» Task goal
Print the first line of the records below and every line after it, up to and including the line with "or the wrong". Print nothing else.

» Data for the task
-=-=-
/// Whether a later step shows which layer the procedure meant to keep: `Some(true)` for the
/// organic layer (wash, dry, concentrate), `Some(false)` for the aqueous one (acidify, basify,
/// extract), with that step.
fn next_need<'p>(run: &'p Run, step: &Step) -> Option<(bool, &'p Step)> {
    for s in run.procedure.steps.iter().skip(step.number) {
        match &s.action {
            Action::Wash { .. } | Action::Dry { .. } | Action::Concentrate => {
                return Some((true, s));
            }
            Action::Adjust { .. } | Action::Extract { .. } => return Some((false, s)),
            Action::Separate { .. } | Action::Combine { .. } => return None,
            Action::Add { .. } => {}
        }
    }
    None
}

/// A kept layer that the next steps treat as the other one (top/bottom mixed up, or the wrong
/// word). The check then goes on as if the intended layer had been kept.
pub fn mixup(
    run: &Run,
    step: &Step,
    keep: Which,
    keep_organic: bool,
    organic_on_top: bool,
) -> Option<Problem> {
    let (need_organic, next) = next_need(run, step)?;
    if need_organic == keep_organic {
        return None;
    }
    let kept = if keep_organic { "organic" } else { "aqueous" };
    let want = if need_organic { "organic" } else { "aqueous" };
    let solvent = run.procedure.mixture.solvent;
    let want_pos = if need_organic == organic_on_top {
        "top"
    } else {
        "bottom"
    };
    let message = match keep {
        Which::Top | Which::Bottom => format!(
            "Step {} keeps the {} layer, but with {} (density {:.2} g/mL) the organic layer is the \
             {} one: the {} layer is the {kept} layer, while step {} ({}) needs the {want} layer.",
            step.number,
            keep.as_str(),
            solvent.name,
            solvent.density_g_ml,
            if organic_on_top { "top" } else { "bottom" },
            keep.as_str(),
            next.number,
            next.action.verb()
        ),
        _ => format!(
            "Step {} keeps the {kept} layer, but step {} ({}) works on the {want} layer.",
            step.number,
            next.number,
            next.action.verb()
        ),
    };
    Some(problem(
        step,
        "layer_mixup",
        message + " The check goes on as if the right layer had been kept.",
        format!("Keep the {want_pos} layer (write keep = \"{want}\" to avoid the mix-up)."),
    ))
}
-=-=-
» Your response
/// Whether a later step shows which layer the procedure meant to keep: `Some(true)` for the
/// organic layer (wash, dry, concentrate), `Some(false)` for the aqueous one (acidify, basify,
/// extract), with that step.
fn next_need<'p>(run: &'p Run, step: &Step) -> Option<(bool, &'p Step)> {
    for s in run.procedure.steps.iter().skip(step.number) {
        match &s.action {
            Action::Wash { .. } | Action::Dry { .. } | Action::Concentrate => {
                return Some((true, s));
            }
            Action::Adjust { .. } | Action::Extract { .. } => return Some((false, s)),
            Action::Separate { .. } | Action::Combine { .. } => return None,
            Action::Add { .. } => {}
        }
    }
    None
}

/// A kept layer that the next steps treat as the other one (top/bottom mixed up, or the wrong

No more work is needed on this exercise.